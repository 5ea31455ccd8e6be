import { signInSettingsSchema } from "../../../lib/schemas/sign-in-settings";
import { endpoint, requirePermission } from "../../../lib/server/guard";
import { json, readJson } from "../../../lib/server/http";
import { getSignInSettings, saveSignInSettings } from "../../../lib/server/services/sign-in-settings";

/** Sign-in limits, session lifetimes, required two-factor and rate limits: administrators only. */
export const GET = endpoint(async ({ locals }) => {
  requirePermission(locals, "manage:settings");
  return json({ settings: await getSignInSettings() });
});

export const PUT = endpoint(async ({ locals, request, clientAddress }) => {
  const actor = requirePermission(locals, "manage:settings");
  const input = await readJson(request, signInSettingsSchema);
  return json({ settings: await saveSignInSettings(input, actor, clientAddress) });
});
══════════
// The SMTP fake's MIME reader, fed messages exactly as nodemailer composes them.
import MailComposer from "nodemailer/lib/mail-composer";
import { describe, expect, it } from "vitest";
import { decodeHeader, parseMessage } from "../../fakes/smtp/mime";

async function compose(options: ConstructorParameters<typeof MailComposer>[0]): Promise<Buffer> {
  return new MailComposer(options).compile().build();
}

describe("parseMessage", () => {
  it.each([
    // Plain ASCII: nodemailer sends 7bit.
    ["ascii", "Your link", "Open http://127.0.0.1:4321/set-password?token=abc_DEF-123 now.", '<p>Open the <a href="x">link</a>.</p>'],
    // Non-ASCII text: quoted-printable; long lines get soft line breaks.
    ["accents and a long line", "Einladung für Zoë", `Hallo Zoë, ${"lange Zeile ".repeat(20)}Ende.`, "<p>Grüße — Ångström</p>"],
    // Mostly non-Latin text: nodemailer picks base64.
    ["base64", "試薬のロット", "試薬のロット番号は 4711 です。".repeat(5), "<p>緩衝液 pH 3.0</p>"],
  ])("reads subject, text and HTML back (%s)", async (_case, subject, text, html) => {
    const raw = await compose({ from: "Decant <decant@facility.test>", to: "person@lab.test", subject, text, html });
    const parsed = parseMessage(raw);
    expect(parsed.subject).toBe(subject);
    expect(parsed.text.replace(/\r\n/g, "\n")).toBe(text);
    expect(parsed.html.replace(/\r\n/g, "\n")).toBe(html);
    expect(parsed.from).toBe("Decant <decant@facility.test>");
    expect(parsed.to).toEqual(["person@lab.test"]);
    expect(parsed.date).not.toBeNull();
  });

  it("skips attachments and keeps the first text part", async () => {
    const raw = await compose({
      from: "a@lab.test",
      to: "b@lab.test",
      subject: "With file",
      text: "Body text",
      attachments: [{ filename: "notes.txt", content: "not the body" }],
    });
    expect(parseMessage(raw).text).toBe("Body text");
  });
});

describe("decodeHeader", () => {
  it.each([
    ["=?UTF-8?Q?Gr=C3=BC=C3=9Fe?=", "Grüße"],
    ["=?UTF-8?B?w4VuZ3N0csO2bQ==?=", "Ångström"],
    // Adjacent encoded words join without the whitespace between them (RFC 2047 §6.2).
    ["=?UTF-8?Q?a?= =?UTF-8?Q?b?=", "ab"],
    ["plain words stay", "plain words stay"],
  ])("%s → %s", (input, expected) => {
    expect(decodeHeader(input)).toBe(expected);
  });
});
══════════
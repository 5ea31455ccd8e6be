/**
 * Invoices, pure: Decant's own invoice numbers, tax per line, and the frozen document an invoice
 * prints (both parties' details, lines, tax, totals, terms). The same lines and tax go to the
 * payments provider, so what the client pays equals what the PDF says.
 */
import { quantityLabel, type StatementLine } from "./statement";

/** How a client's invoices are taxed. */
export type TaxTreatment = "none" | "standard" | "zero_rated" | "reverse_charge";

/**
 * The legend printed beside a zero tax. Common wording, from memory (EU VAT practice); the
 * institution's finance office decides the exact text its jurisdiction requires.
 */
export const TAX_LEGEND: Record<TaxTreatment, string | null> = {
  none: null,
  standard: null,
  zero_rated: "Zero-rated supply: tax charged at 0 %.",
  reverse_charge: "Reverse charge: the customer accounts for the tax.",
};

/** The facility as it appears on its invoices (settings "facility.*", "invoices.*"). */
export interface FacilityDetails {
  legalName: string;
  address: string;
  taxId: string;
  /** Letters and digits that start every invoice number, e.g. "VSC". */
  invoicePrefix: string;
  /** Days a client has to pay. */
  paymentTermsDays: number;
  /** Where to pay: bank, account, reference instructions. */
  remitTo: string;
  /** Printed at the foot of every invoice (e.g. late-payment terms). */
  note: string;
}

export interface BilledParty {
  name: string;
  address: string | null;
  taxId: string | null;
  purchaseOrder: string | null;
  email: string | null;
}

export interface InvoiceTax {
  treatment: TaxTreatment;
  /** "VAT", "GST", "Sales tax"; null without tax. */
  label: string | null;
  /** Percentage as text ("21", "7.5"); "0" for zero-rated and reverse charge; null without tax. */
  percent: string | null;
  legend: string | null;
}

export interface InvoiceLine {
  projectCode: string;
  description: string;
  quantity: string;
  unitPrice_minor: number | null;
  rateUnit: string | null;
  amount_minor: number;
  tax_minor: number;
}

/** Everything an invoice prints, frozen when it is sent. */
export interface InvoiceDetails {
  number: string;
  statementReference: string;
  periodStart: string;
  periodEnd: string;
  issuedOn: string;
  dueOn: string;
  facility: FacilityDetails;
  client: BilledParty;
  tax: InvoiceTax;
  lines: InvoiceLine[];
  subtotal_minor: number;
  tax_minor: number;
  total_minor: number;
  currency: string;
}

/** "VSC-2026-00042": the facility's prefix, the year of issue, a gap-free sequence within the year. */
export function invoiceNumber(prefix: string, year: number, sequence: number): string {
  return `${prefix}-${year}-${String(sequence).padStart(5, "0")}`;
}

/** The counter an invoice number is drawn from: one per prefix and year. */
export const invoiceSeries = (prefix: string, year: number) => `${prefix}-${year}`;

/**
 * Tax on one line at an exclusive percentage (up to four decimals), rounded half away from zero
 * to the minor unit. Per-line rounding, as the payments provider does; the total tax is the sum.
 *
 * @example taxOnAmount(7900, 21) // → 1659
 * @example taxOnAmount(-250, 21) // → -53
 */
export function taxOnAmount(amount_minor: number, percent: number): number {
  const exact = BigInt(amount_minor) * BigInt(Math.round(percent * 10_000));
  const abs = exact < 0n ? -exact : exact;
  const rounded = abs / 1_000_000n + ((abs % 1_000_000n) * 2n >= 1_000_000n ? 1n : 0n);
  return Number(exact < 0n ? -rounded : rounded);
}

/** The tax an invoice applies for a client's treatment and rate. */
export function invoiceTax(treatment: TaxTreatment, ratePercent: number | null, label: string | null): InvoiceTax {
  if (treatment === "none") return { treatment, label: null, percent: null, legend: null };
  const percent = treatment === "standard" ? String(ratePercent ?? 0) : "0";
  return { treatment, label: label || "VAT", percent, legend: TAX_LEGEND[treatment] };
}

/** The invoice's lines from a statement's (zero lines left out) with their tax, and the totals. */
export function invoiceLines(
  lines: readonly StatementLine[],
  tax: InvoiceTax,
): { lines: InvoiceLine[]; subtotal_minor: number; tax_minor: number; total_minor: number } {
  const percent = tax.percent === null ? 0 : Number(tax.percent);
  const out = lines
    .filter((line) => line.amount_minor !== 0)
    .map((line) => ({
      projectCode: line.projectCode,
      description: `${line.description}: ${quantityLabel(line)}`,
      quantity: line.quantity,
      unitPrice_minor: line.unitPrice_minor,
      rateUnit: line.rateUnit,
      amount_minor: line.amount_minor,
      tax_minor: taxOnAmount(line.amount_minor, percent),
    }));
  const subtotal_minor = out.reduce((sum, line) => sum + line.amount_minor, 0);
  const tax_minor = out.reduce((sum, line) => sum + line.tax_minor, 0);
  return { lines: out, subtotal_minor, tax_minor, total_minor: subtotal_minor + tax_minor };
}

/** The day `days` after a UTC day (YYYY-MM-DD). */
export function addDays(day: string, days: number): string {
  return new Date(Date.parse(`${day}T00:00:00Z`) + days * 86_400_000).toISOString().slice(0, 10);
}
══════════
• [WHAT IS NEEDED]
Please show every line of the material that contains the string "BilledParty".

• [EXERCISE ANSWER]
export interface BilledParty {
  client: BilledParty;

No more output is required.